Package picard.analysis.directed
Class HsMetrics
java.lang.Object
htsjdk.samtools.metrics.MetricBase
picard.metrics.MultilevelMetrics
picard.analysis.directed.PanelMetricsBase
picard.analysis.directed.HsMetrics
@DocumentedFeature(groupName="Metrics",
summary="Metrics")
public class HsMetrics
extends PanelMetricsBase
Metrics generated by CollectHsMetrics for the analysis of target-capture sequencing experiments. The metrics in this class fall broadly into three categories:
- Basic sequencing metrics that are either generated as a baseline against which to evaluate other metrics or because they are used in the calculation of other metrics. This includes things like the genome size, the number of reads, the number of aligned reads etc.

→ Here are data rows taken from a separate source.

"""Per-cycle diagnostics: pure functions of (truth, ensemble) returning scalars.

RMSE is the root mean square over variables of (ensemble mean - truth).
Spread is the square root of the mean over variables of the ensemble variance
with the unbiased (N - 1) denominator, so that for a calibrated ensemble the
time-mean spread and RMSE agree up to a factor sqrt((N + 1) / N) (common
practice; e.g. Fortin et al. 2014, J. Hydrometeor. 15, eq. 9). For a weighted
ensemble (particle filters) the mean and variance are weighted, the variance
with the reliability-weight denominator 1 - sum(w^2) (which is N - 1 over N
for equal weights). A single-state filter (3D-Var, climatology) reports
spread 0: it makes no claim of uncertainty.
"""

import jax
import jax.numpy as jnp

# Names of the per-cycle series every run stores, with their long names.
CYCLE_SERIES = {
    "rmse_forecast": "RMSE of the forecast ensemble mean against the truth",
    "rmse_analysis": "RMSE of the analysis ensemble mean against the truth",
    "spread_forecast": "spread (root mean ensemble variance) of the forecast ensemble",
    "spread_analysis": "spread (root mean ensemble variance) of the analysis ensemble",
}


def rmse(estimate: jax.Array, truth: jax.Array) -> jax.Array:
    """sqrt(mean_i (estimate_i - truth_i)^2); estimate, truth: (n,)."""
    return jnp.sqrt(jnp.mean((estimate - truth) ** 2))


def spread(members: jax.Array) -> jax.Array:
    """sqrt(mean_i var_i) with var the (N - 1)-normalised member variance; members (N, n)."""
    if members.shape[0] == 1:
        return jnp.zeros((), members.dtype)
    return jnp.sqrt(jnp.mean(jnp.var(members, axis=0, ddof=1)))


def ensemble_mean_and_spread(state):
    """(mean (n,), spread scalar) of a filter state, weighted when it has ``log_weights``."""
    members = state.members
    log_weights = getattr(state, "log_weights", None)
    if log_weights is None:
        return members.mean(axis=0), spread(members)
    weights = jnp.exp(log_weights)
    mean = weights @ members
    variance = (weights @ (members - mean) ** 2) / (1.0 - jnp.sum(weights**2))
    return mean, jnp.sqrt(jnp.mean(variance))


def cycle_diagnostics(truth: jax.Array, forecast, analysis) -> dict:
    """The stored scalars of one cycle; forecast and analysis are filter states, truth (n,)."""
    mean_f, spread_f = ensemble_mean_and_spread(forecast)
    mean_a, spread_a = ensemble_mean_and_spread(analysis)
    return {
        "rmse_forecast": rmse(mean_f, truth),
        "rmse_analysis": rmse(mean_a, truth),
        "spread_forecast": spread_f,
        "spread_analysis": spread_a,
    }
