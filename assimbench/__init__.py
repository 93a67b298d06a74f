"""assimbench: twin experiments for data assimilation on chaotic low-order models.

Importing the package switches JAX to float64 on the CPU before any array is
created; every module of the package relies on that. It also switches on
JAX's persistent compilation cache (see :mod:`assimbench.compile_cache`).
"""

import jax

jax.config.update("jax_enable_x64", True)
jax.config.update("jax_platforms", "cpu")

__version__ = "0.1.0"

from assimbench.compile_cache import switch_on as _switch_on_compile_cache  # noqa: E402

_switch_on_compile_cache()

from assimbench.api import compose_config, run, run_experiment  # noqa: E402  (after the x64 switch)
from assimbench.results import read_result, write_result  # noqa: E402

__all__ = ["__version__", "compose_config", "read_result", "run", "run_experiment", "write_result"]
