"""A reduced forecast model: single-scale Lorenz-96 with a fitted polynomial closure.

The forecast model is

    dX_k/dt = X_{k-1} (X_{k+1} - X_{k-2}) - X_k + F + g(X_k),
    g(X) = a_0 + a_1 X + ... + a_d X^d,

where g stands for everything the truth does to its resolved (slow) variables
that the single-scale equation leaves out: for the two-scale Lorenz-96 truth
that is the coupling -(h c / b) sum_j Y_{j,k}. The coefficients are fitted by
least squares to the instantaneous tendency error over a long truth run,

    r_k(t) = [f_truth(x(t))]_k - f_L96(X(t))_k,  minimise sum_{t,k} (r_k - g(X_k))^2,

the deterministic parameterisation of Wilks (2005, Q. J. R. Meteorol. Soc.
131, eq. 5-6, a quartic; Arnold, Moroz & Palmer 2013 use a cubic), fitted to
the tendency itself rather than its finite-difference estimate. Samples all
variables k alike, since the ring is homogeneous. Cached per truth setting.
"""

import jax.numpy as jnp
import numpy as np

from assimbench.climatology import attractor_samples, model_key
from assimbench.models import Model, lorenz96_tendency, make_lorenz96

_FITS: dict = {}


def closure_tendency(x, params):
    """Single-scale Lorenz-96 plus g(x) with g's coefficients ``params["closure"]`` (d + 1,), lowest first."""
    coefficients = params["closure"]
    correction = sum(coefficients[i] * x**i for i in range(coefficients.shape[0]))
    return lorenz96_tendency(x, params) + correction


def fit_closure(truth: Model, forcing: float, degree: int, samples: int = 4000) -> np.ndarray:
    """(degree + 1,) least-squares coefficients of g, lowest power first (see the module docstring).

    ``truth`` must have a Lorenz-96 ring as its resolved variables;
    ``forcing`` is the forecast model's F (the closure absorbs any difference).
    """
    key = (model_key(truth), float(forcing), degree, samples)
    if key not in _FITS:
        states = attractor_samples(truth, samples=samples)
        resolved = truth.resolved_size
        params = {k: jnp.asarray(v) for k, v in truth.params.items()}
        truth_rate = np.asarray(truth.tendency(jnp.asarray(states), params))[:, :resolved]
        slow = states[:, :resolved]
        reduced_rate = np.asarray(lorenz96_tendency(jnp.asarray(slow), {"forcing": jnp.asarray(forcing)}))
        residual = (truth_rate - reduced_rate).ravel()
        design = np.vander(slow.ravel(), degree + 1, increasing=True)
        coefficients, *_ = np.linalg.lstsq(design, residual, rcond=None)
        _FITS[key] = coefficients
    return _FITS[key]


def make_lorenz96_closure(truth: Model, forcing: float, degree: int, dt: float) -> Model:
    """The reduced forecast model for ``truth``: Lorenz-96 of the truth's resolved size with g fitted."""
    base = make_lorenz96(size=truth.resolved_size, forcing=forcing, dt=dt)
    coefficients = fit_closure(truth, forcing, degree)
    return base._replace(
        name="lorenz96_closure",
        tendency=closure_tendency,
        params={"forcing": float(forcing), "closure": np.asarray(coefficients, dtype=np.float64)},
    )
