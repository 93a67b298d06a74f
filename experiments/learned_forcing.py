"""Demo study: can the filter learn what the forecast model gets wrong?

Our scenario, two cases on the coastal ring (Lorenz-96, every station read every
0.05 time units with unit error, ETKF with 20 members):

1. Weak forcing. The forecast office's model drives the ring with forcing 7
   where the truth has 8. Arms: the right forcing; the wrong one, kept; the
   wrong one learned with the state (``estimate.parameters=[forcing]`` from 7,
   prior spread 1, spread floor 0.1).
2. Gusty coast. The truth is the two-scale ring (40 stations, 10 fast gusts
   each, F = 10); the forecast model is single-scale Lorenz-96 plus a closure
   polynomial g(X) for the missing gusts. Arms, for a linear and a cubic g: the
   coefficients of the offline least-squares fit the bench makes
   (``forecast_model=lorenz96_closure``), and the same coefficients learned with
   the state from zero.

Prints each arm's analysis RMSE and its paired difference to the case's
reference arm (same truths and observations), and every estimate against
its reference value, with 95% intervals over the replicates (Student t);
draws the forcing's trajectories and the closures (offline against learned)
into --out.

    python experiments/learned_forcing.py --replicates 4 --cycles 3000 --out learned_forcing
"""

import argparse
import os

import matplotlib

matplotlib.use("Agg")
import matplotlib.pyplot as plt  # noqa: E402
import numpy as np  # noqa: E402
from scipy import stats  # noqa: E402

import assimbench  # noqa: E402
from assimbench.config.composition import compose_config  # noqa: E402
from assimbench.config.plan import resolve  # noqa: E402

RING = ["filter=etkf", "filter.members=20", "output=null", "diagnostics=[]"]
WEAK = ["forecast_model=lorenz96", "forecast_model.forcing=7", "filter.inflation=1.05"]
LEARN_FORCING = ["estimate.parameters=[forcing]", "estimate.initial_mean=7", "estimate.initial_std=1",
                 "estimate.spread_floor=0.1"]
GUSTY = ["model=lorenz96_two_scale", "model.slow=40", "forecast_model=lorenz96_closure", "filter.inflation=1.05"]
# Prior spread of each closure coefficient learned from zero: a few tenths of the tendency over the
# ring's range of X (|X| up to about 15), so that no power dominates the first analyses.
CLOSURE_STD = (0.5, 0.1, 0.01, 0.001)


def interval(values) -> tuple:
    """Mean and 95% Student-t half-width over replicates."""
    values = np.asarray(values, float)
    half = stats.t.ppf(0.975, values.size - 1) * values.std(ddof=1) / np.sqrt(values.size)
    return float(values.mean()), float(half)


def text(values) -> str:
    mean, half = interval(values)
    return f"{mean:9.4f} +- {half:.4f}"


def closure_learning(degree: int) -> list:
    """Overrides that learn the coefficients of a degree-``degree`` closure from zero."""
    names = ",".join(f"closure_{i}" for i in range(degree + 1))
    zeros = ",".join("0" for _ in range(degree + 1))
    spreads = ",".join(str(s) for s in CLOSURE_STD[: degree + 1])
    return [f"estimate.parameters=[{names}]", f"estimate.initial_mean=[{zeros}]", f"estimate.initial_std=[{spreads}]",
            "estimate.spread_floor=0.1"]


def offline_closure(degree: int, length: list) -> np.ndarray:
    """The bench's offline least-squares fit of the closure (lowest power first)."""
    plan = resolve(compose_config(RING + GUSTY + length + [f"forecast_model.degree={degree}"]))
    return np.asarray(plan.settings["forecast_model"]["closure"])


def run_arms(arms: dict, common: list) -> dict:
    """name -> the run's result (every arm on the same seeds, so on the same truths)."""
    results = {}
    for name, overrides in arms.items():
        results[name] = assimbench.run(common + overrides)
        print(f"  ran {name}", flush=True)
    return results


def print_rmse(results: dict, reference: str) -> None:
    base = np.asarray(results[reference].per_replicate["rmse_analysis"])
    print(f"{'arm':<28}{'analysis RMSE':>22}{'minus ' + reference:>30}")
    for name, result in results.items():
        rmse = np.asarray(result.per_replicate["rmse_analysis"])
        paired = "0" if name == reference else text(rmse - base)
        print(f"{name:<28}{text(rmse):>22}{paired:>30}")


def forcing_figure(result, truth: float, ax) -> None:
    means = np.asarray(result.series["parameter_mean"])[..., 0]  # (replicates, cycles)
    spread = np.asarray(result.series["parameter_spread"])[..., 0]
    time = result.interval * np.arange(1, means.shape[1] + 1)
    for replicate in means:
        ax.plot(time, replicate, color="#0072B2", lw=0.6, alpha=0.5)
    centre = means.mean(axis=0)
    ax.plot(time, centre, color="#0072B2", lw=1.6, label=f"estimate, mean of {len(means)} replicates")
    ax.plot(time, centre + spread.mean(axis=0), color="#0072B2", lw=0.8, ls=":", label="± parameter spread")
    ax.plot(time, centre - spread.mean(axis=0), color="#0072B2", lw=0.8, ls=":")
    ax.axhline(truth, color="black", lw=1.0, ls="--", label=f"the truth's forcing ({truth:g})")
    ax.axhline(7.0, color="#D55E00", lw=1.0, ls="-.", label="the forecast model's forcing (7)")
    ax.set_xlabel("time (model time units)")
    ax.set_ylabel("forcing")
    ax.set_title("Weak forcing: the forcing learned with the state")
    ax.legend(fontsize=8, loc="lower right")


def closure_figure(offline: dict, learned: dict, ax) -> None:
    x = np.linspace(-8.0, 14.0, 200)  # about the range of the slow variables
    colours = {1: "#009E73", 3: "#CC79A7"}
    for degree in offline:
        ax.plot(x, np.polynomial.polynomial.polyval(x, offline[degree]), color=colours[degree], lw=1.6,
                label=f"degree {degree}, offline fit")
        ax.plot(x, np.polynomial.polynomial.polyval(x, learned[degree]), color=colours[degree], lw=1.6, ls="--",
                label=f"degree {degree}, learned (time mean, replicate mean)")
    ax.set_xlabel("slow variable X (state units)")
    ax.set_ylabel("closure g(X) (state units per time unit)")
    ax.set_title("Gusty coast: the closure for the missing gusts")
    ax.legend(fontsize=8)


def main() -> int:
    parser = argparse.ArgumentParser(description=__doc__.splitlines()[0])
    parser.add_argument("--replicates", type=int, default=4, help="truths per arm (>= 2: the intervals)")
    parser.add_argument("--cycles", type=int, default=3000, help="analysis cycles per run")
    parser.add_argument("--burn-in", type=int, default=None, help="cycles left out of the time means (default: half)")
    parser.add_argument("--out", default="learned_forcing", help="folder for the figure")
    args = parser.parse_args()
    if args.replicates < 2:
        raise SystemExit("--replicates must be at least 2 (the intervals are over replicates)")
    burn_in = args.cycles // 2 if args.burn_in is None else args.burn_in
    if not 0 <= burn_in < args.cycles:
        raise SystemExit(f"--burn-in must be in 0 .. {args.cycles - 1} (below --cycles)")
    length = [f"replicates={args.replicates}", f"cycles={args.cycles}", f"burn_in={burn_in}"]

    print("Case 1, weak forcing: the ring forecast with forcing 7 (the truth has 8)")
    weak = run_arms({"right forcing": ["filter.inflation=1.05"], "weak forcing, kept": WEAK,
                     "weak forcing, learned": WEAK + LEARN_FORCING}, RING + length)
    print_rmse(weak, "right forcing")
    learned = weak["weak forcing, learned"]
    print(f"forcing learned (time mean after burn-in): {text(learned.per_replicate['estimate_forcing_mean'])} "
          f"(truth 8; minus truth {text(np.asarray(learned.per_replicate['estimate_forcing_mean']) - 8.0)})")

    print("\nCase 2, gusty coast: single-scale forecast model with a closure for the missing gusts")
    offline, learned_coefficients, arms = {}, {}, {}
    for degree in (1, 3):
        offline[degree] = offline_closure(degree, length)
        arms[f"degree {degree}, offline fit"] = [f"forecast_model.degree={degree}"]
        arms[f"degree {degree}, learned"] = [f"forecast_model.degree={degree}"] + closure_learning(degree)
    gusty = run_arms(arms, RING + GUSTY + length)
    print_rmse(gusty, "degree 3, offline fit")
    print(f"\n{'coefficient':<14}{'offline fit':>14}{'learned (time mean)':>24}{'learned minus offline':>26}")
    for degree in (1, 3):
        result = gusty[f"degree {degree}, learned"]
        means = [np.asarray(result.per_replicate[f"estimate_closure_{i}_mean"]) for i in range(degree + 1)]
        learned_coefficients[degree] = np.array([m.mean() for m in means])
        print(f"degree {degree}")
        for i, values in enumerate(means):
            print(f"  a_{i:<10}{offline[degree][i]:>14.5f}{text(values):>24}{text(values - offline[degree][i]):>26}")

    os.makedirs(args.out, exist_ok=True)
    fig, axes = plt.subplots(1, 2, figsize=(12.5, 4.2), layout="constrained")
    forcing_figure(learned, 8.0, axes[0])
    closure_figure(offline, learned_coefficients, axes[1])
    path = os.path.join(args.out, "learned_forcing.png")
    fig.savefig(path, dpi=120)
    print(f"\nfigure: {path}")
    return 0


if __name__ == "__main__":
    raise SystemExit(main())
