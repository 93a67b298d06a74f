"""Run a twin experiment from Python: config in, diagnostics out.

    >>> import assimbench
    >>> result = assimbench.run(["filter.members=10", "cycles=500", "burn_in=100"])
    >>> result.summary["rmse_analysis"], result.series["rmse_analysis"].shape

The command line is a thin layer over :func:`run_experiment`.
"""

import datetime
import math
import platform
import time
from dataclasses import dataclass, field
from importlib import metadata
from typing import Callable, Optional

import jax
import jax.numpy as jnp
import numpy as np
from omegaconf import DictConfig, OmegaConf

from assimbench.composition import compose_config, validate_config
from assimbench.cycling import TwinSetup, make_chunk, make_start, replicate_keys
from assimbench.diagnostics import CYCLE_SERIES
from assimbench.observations import every_kth
from assimbench.registry import FILTERS, MODELS
from assimbench.results import ResultWriter
from assimbench.validation import steps_per_cycle

LIBRARIES = ("jax", "jaxlib", "numpy", "scipy", "h5py", "hydra-core", "omegaconf")


@dataclass
class RunResult:
    """What one run returns.

    series: name -> (replicates, cycles) per-cycle diagnostics;
    summary: name -> time mean after burn-in, averaged over replicates;
    per_replicate: name -> (replicates,) time means after burn-in;
    first_bad_cycle: (replicates,) first cycle with a non-finite value, -1 if none.
    """

    config: DictConfig
    replicates: int
    interval: float
    series: dict
    summary: dict
    per_replicate: dict
    first_bad_cycle: np.ndarray
    compile_seconds: float
    run_seconds: float
    file_attrs: dict
    series_info: dict = field(default_factory=lambda: dict(CYCLE_SERIES))
    path: Optional[str] = None

    @property
    def diverged(self) -> bool:
        return bool(np.any(self.first_bad_cycle >= 0))

    @property
    def microseconds_per_cycle(self) -> float:
        """Wall time per cycle and replicate of the compiled chunks (compile excluded)."""
        cycles = next(iter(self.series.values())).shape[1]
        return 1e6 * self.run_seconds / cycles


def build(cfg: DictConfig):
    """Turn a validated config into the static setup and the dynamic settings pytree."""
    model = MODELS[cfg.model.name](cfg.model)
    operator = every_kth(model.size, int(cfg.observation.stride))
    filt, filter_settings = FILTERS[cfg.filter.name](cfg.filter, model, operator)
    setup = TwinSetup(
        model=model,
        operator=operator,
        filter=filt,
        steps_per_cycle=steps_per_cycle(float(cfg.observation.interval), model.dt),
    )
    settings = {
        "model": model.params,
        "observation": {"error_std": float(cfg.observation.error_std)},
        "filter": filter_settings,
        "initial_spread": float(cfg.initial_spread),
    }
    return setup, jax.tree.map(lambda v: jnp.asarray(v, dtype=jnp.float64), settings)


def first_bad_cycles(series: dict) -> np.ndarray:
    """(replicates,) first cycle (1-based) at which any series is non-finite; -1 if none."""
    bad = np.zeros_like(next(iter(series.values())), dtype=bool)
    for values in series.values():
        bad |= ~np.isfinite(values)
    first = np.argmax(bad, axis=1) + 1
    return np.where(bad.any(axis=1), first, -1)


def provenance(cfg: DictConfig) -> dict:
    """Root attributes that make a file reproducible: config, versions, seeds, time."""
    from assimbench import __version__

    versions = {}
    for name in LIBRARIES:
        try:
            versions[name] = metadata.version(name)
        except metadata.PackageNotFoundError:
            versions[name] = "not installed"
    return {
        "config": OmegaConf.to_yaml(cfg, resolve=True),
        "assimbench_version": __version__,
        "python_version": platform.python_version(),
        "library_versions": " ".join(f"{k}={v}" for k, v in versions.items()),
        "machine": platform.machine(),
        "seed": int(cfg.seed),
        "replicates": int(cfg.replicates),
        "replicate_keys": "fold_in(PRNGKey(seed), r) for r = 0 .. replicates-1",
        "created": datetime.datetime.now(datetime.timezone.utc).isoformat(timespec="seconds"),
    }


def run_experiment(
    cfg: DictConfig,
    output: Optional[str] = None,
    progress: Optional[Callable[[int, int], None]] = None,
) -> RunResult:
    """Validate ``cfg``, run the experiment, and write ``output`` (HDF5) if given.

    The cycles run in compiled chunks of ``cfg.chunk_cycles``; each chunk is
    appended to the file as it completes. ``progress(done, total)`` is called
    after every chunk.
    """
    validate_config(cfg)
    setup, settings = build(cfg)
    cycles, replicates = int(cfg.cycles), int(cfg.replicates)
    length = min(int(cfg.chunk_cycles), cycles)
    keys = replicate_keys(int(cfg.seed), replicates)
    attrs = provenance(cfg)

    tic = time.perf_counter()
    start = make_start(setup).lower(keys, settings).compile()
    carry = start(keys, settings)
    first = jnp.asarray(1, dtype=jnp.int64)
    chunk = make_chunk(setup, length).lower(carry, keys, first, settings).compile()
    compile_seconds = time.perf_counter() - tic

    writer = None
    if output is not None:
        writer = ResultWriter(output, replicates, float(cfg.observation.interval), CYCLE_SERIES, attrs)
    pieces = {name: [] for name in CYCLE_SERIES}
    run_seconds = 0.0
    try:
        for first_cycle in range(1, cycles + 1, length):
            tic = time.perf_counter()
            carry, series = chunk(carry, keys, jnp.asarray(first_cycle, dtype=jnp.int64), settings)
            series = jax.device_get(series)
            run_seconds += time.perf_counter() - tic
            keep = min(length, cycles - first_cycle + 1)  # the last chunk may run past the end
            series = {name: np.asarray(series[name][:, :keep]) for name in CYCLE_SERIES}
            if writer is not None:
                writer.append(series)
            for name in CYCLE_SERIES:
                pieces[name].append(series[name])
            if progress is not None:
                progress(first_cycle + keep - 1, cycles)
        full = {name: np.concatenate(parts, axis=1) for name, parts in pieces.items()}
        first_bad = first_bad_cycles(full)
        burn_in = int(cfg.burn_in)
        per_replicate = {name: values[:, burn_in:].mean(axis=1) for name, values in full.items()}
        summary = {name: float(values.mean()) for name, values in per_replicate.items()}
        result = RunResult(
            config=cfg,
            replicates=replicates,
            interval=float(cfg.observation.interval),
            series=full,
            summary=summary,
            per_replicate=per_replicate,
            first_bad_cycle=first_bad,
            compile_seconds=compile_seconds,
            run_seconds=run_seconds,
            file_attrs=attrs,
        )
        if writer is not None:
            finish_attrs = {
                "diverged": result.diverged,
                "burn_in": burn_in,
                "compile_seconds": compile_seconds,
                "run_seconds": run_seconds,
            }
            result.path = writer.finish(summary, per_replicate, first_bad, finish_attrs)
    except BaseException:
        if writer is not None:
            writer.close_incomplete()
        raise
    return result


def run(overrides=(), output: Optional[str] = None) -> RunResult:
    """Compose the config from ``overrides`` and run it; see :func:`run_experiment`."""
    return run_experiment(compose_config(overrides), output=output)


def is_finite_summary(summary: dict) -> bool:
    return all(math.isfinite(v) for v in summary.values())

- Metrics that are intended for evaluating the performance of the wet-lab assay that generated the data. This group includes metrics like the number of bases mapping on/off/near baits, %selected, fold 80 base penalty, hs library size and the hs penalty metrics. These metrics are calculated prior to some of the filters are applied (e.g. low mapping quality reads, low base quality bases and bases overlapping in the middle of paired-end reads are all counted).
- Metrics for assessing target coverage as a proxy for how well the data is likely to perform in downstream applications like variant calling. This group includes metrics like mean target coverage, the percentage of bases reaching various coverage levels, and the percentage of bases excluded by various filters. These metrics are computed using the strictest subset of the data, after all filters have been applied.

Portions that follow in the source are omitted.